Kinngarjuaq

Geography
- Location: Hudson Strait
- Coordinates: 62°36′28″N 69°30′07″W﻿ / ﻿62.60778°N 69.50194°W
- Archipelago: Arctic Archipelago

Administration
- Canada
- Territory: Nunavut
- Region: Qikiqtaaluk

Demographics
- Population: Uninhabited

= Kinngarjuaq =

Island in Canada

Kinngarjuaq (Inuktitut syllabics: ᑭᙵᕐᔪᐊᖅ) formerly Juet Island is an uninhabited island located in the Qikiqtaaluk Region, Nunavut, Canada. It is a Baffin Island offshore island in Hudson Strait. The closest community is Kimmirut, 35.2 km away.

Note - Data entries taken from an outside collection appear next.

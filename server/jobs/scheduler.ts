import { sweepIdempotencyKeys } from '../http/idempotency.ts'
import { sweepSessions } from '../http/sessions.ts'
import type { Deps } from '../deps.ts'
import type { Mailer } from '../mail/mailer.ts'
import { runLoanRound } from '../services/loans/round.ts'
import { sweepPacketPhotos } from '../services/yeast/photo.ts'
import { backUpHourly } from './hourly-backup.ts'
import { queueNotices } from './queue-notices.ts'
import { letterSender } from './send-letters.ts'
import { sweepAccounts } from './sweep-accounts.ts'
import { sweepLetters } from './sweep-letters.ts'

export interface Jobs {
  /** Whether the worker that sends letters has been at it lately. */
  alive: () => boolean
  /** Starts nothing more and waits for what runs. */
  stop: () => Promise<void>
}

const MINUTE_MS = 60_000
/** So that a letter leaves within seconds of being written; an empty outbox costs one look into an index. */
const SEND_MS = 2_000
const DEAD_AFTER_MS = 3 * MINUTE_MS

/** By the minute. Each is safe to run again at any time and catches up by itself, so there is nothing to remember between runs. */
const BY_MINUTE: [name: string, run: (deps: Deps) => unknown][] = [
  ['loans', runLoanRound],
  ['notices', queueNotices],
]

const HOURLY: [name: string, run: (deps: Deps) => unknown][] = [
  ['sweep sessions', sweepSessions],
  ['sweep idempotency keys', sweepIdempotencyKeys],
  ['sweep letters', sweepLetters],
  ['sweep accounts', sweepAccounts],
  ['sweep packet photos', sweepPacketPhotos],
  ['back up', backUpHourly],
]

/** What runs by the clock. Short timers only: a long one overflows, and sleeps through a clock that is set. */
export function startJobs(deps: Deps, mailer: Mailer): Jobs {
  const sender = letterSender(deps, mailer)
  const attempt = (name: string, run: (deps: Deps) => unknown) => {
    const failed = (error: unknown) => deps.log.error({ err: error, job: name }, 'job failed; it runs again')
    try {
      void Promise.resolve(run(deps)).catch(failed)
    } catch (error) {
      failed(error)
    }
  }
  let minutes = 0
  const minute = () => {
    for (const [name, run] of BY_MINUTE) attempt(name, run)
    if (minutes++ % 60 === 0) for (const [name, run] of HOURLY) attempt(name, run)
  }
  const send = () =>
    void sender.run().catch((error: unknown) => deps.log.error({ err: error, job: 'letters' }, 'job failed'))
  const timers = [setInterval(minute, MINUTE_MS), setInterval(send, SEND_MS)]
  for (const timer of timers) timer.unref()
  minute()
  send()
  return {
    alive: () => performance.now() - sender.lastActiveMs() < DEAD_AFTER_MS,
    stop: async () => {
      for (const timer of timers) clearInterval(timer)
      await sender.stop()
      mailer.close()
    },
  }
}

Other islands in the immediate vicinity include: Lavoie Island, Wishart Island, Nuvursirpaaraaluk Island, Lee Island, Qaqqannalik, Poodlatee Island, Anguttuaq, Black Bluff Island, Aulatsiviit, Ijjuriktuq, Ivvitsa, Takijualuk, and Uugalautiit Island. Eight pre-Dorset or early Dorset culture sites were excavated on the island and a nearby area on Baffin Island.